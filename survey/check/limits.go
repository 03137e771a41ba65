package check

import "fmt"

// limit is one number a check compares with, in the unit it is printed in.
type limit struct {
	value  float64
	words  string // with %g for the value
	source string
}

func (l limit) String() string { return fmt.Sprintf(l.words, l.value) + " (" + l.source + ")" }

// limits holds every number that decides whether an alert is given.
type limits struct {
	apart       limit // standard uncertainties from the others
	stay        limit // standard uncertainties beyond which the crew should not leave
	exchanged   limit // standard uncertainties by which an exchange explains more than one bad reading
	nearOne     limit // a unit ratio nearer to one looks like a gauge's or a level's error
	amongOthers limit // standard uncertainties outside all others
	lowScale    limit // per cent of the span
	highScale   limit // per cent of the span
	pinned      limit // per cent of the span below its low end, where no accuracy is stated
	repeats     limit // smallest steps
	visible     limit // loss over its standard uncertainty
	aboveLevel  limit // m of piezometric head above the pipe
	vapour      limit // kPa of absolute pressure above the vapour pressure
}

var customary = limits{
	apart:       limit{2, "%g standard uncertainties", "customary"},
	stay:        limit{3, "%g standard uncertainties", "customary"},
	exchanged:   limit{2, "exchanged, both agree with the rest, and that explains more than any one bad reading would, by %g standard uncertainties", "customary"},
	nearOne:     limit{1.5, "a ratio of %g", "customary"},
	amongOthers: limit{3, "%g standard uncertainties outside the others, further than they lie apart", "customary"},
	lowScale:    limit{25, "readings above %g %% of the span", "customary"},
	highScale:   limit{90, "readings below %g %% of the span", "customary; EN 837-2 has 75 % of full scale under steady pressure, from memory"},
	pinned:      limit{1.6, "%g %% of the span below its low end", "customary"},
	repeats:     limit{2, "%g smallest steps of the gauge", "customary"},
	visible:     limit{3, "a loss of %g standard uncertainties in some round", "customary"},
	aboveLevel:  limit{0, "piezometric head %g m or more above the pipe", "below it the water is under less than atmospheric pressure"},
	vapour:      limit{20, "%g kPa of absolute pressure above the vapour pressure", "customary"},
}
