// Package check says what a crew should do something about while it is still at the
// tap. It looks at the tables and the heads alone; nothing is fitted, and no roughness
// or loss coefficient is used.
//
// With nothing flowing, every tap of a system that one reservoir feeds shows one head.
// Such a no-flow round is the best check of gauges and levels there is, so most of what
// follows leans on it. A round, or a part of the system in a round, counts as one only
// where the conditions leave no doubt: one reservoir, no outlet, no machine running and
// no draw-off stated as anything but 0.
//
//	closure     a no-flow round in which a tap, a gauge or the reservoir's level stands
//	            apart from the others (after "readings look exchanged" and "unit looks
//	            wrong" have been tried as explanations)
//	units       a reading far off all others that another unit would bring among them
//	range       readings low on a gauge's scale, near its end, or beyond it
//	repeats     repeats of one reading that lie apart
//	above rest  a flowing head above the no-flow head of the same tap
//	rising      head that rises along the flow in one pipe
//	balance     flow into a metered zone that neither leaves it nor is drawn off
//	too small   a stretch whose loss the gauges cannot see in any round
//	not full    a piezometric line below the pipe, or near the vapour limit
//	clock       a time outside its round
//
// Differences of heads carry their full covariance: an offset of a gauge cancels where
// both were read with it, a wrong level cancels between rounds of one tap.
//
// The limits are customary ones and stand in one table, limits.go. Two standard
// uncertainties are passed by chance once in twenty comparisons where the parts are
// normal, less where a class error dominates; an alert asks for a second look and is no
// verdict.
package check

import (
	"cmp"
	"slices"

	"tapround/survey"
)

// Heads looks at the heads of a survey as they come from survey/head. Alerts that must
// be seen to before the crew leaves come first; otherwise they keep the order of the
// checks above and, within each, of the tables.
func Heads(s *survey.Survey, heads []survey.Head) []survey.Alert {
	v := newView(s, heads, customary)
	var out []survey.Alert
	for _, look := range []func(*view) []survey.Alert{
		closure, strayUnits, workingRange, repeats, aboveRest, rising, balance, tooSmall, notFull, clock,
	} {
		out = append(out, look(v)...)
	}
	slices.SortStableFunc(out, func(a, b survey.Alert) int { return cmp.Compare(rank(a), rank(b)) })
	return out
}

func rank(a survey.Alert) int {
	if a.Stay {
		return 0
	}
	return 1
}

------------------------------------------------

◆ **Task brief**: Everything from the line that contains "bring among them" to the last line of the entries above should be repeated word for word, both lines included, with no other output.

◆ **Result for this exercise**:
//	units       a reading far off all others that another unit would bring among them
//	range       readings low on a gauge's scale, near its end, or beyond it
//	repeats     repeats of one reading that lie apart
//	above rest  a flowing head above the no-flow head of the same tap
//	rising      head that rises along the flow in one pipe
//	balance     flow into a metered zone that neither leaves it nor is drawn off
//	too small   a stretch whose loss the gauges cannot see in any round
//	not full    a piezometric line below the pipe, or near the vapour limit
//	clock       a time outside its round
//
// Differences of heads carry their full covariance: an offset of a gauge cancels where
// both were read with it, a wrong level cancels between rounds of one tap.
//
// The limits are customary ones and stand in one table, limits.go. Two standard
// uncertainties are passed by chance once in twenty comparisons where the parts are
// normal, less where a class error dominates; an alert asks for a second look and is no
// verdict.
package check

import (
	"cmp"
	"slices"

	"tapround/survey"
)

// Heads looks at the heads of a survey as they come from survey/head. Alerts that must
// be seen to before the crew leaves come first; otherwise they keep the order of the
// checks above and, within each, of the tables.
func Heads(s *survey.Survey, heads []survey.Head) []survey.Alert {
	v := newView(s, heads, customary)
	var out []survey.Alert
	for _, look := range []func(*view) []survey.Alert{
		closure, strayUnits, workingRange, repeats, aboveRest, rising, balance, tooSmall, notFull, clock,
	} {
		out = append(out, look(v)...)
	}
	slices.SortStableFunc(out, func(a, b survey.Alert) int { return cmp.Compare(rank(a), rank(b)) })
	return out
}

func rank(a survey.Alert) int {
	if a.Stay {
		return 0
	}
	return 1
}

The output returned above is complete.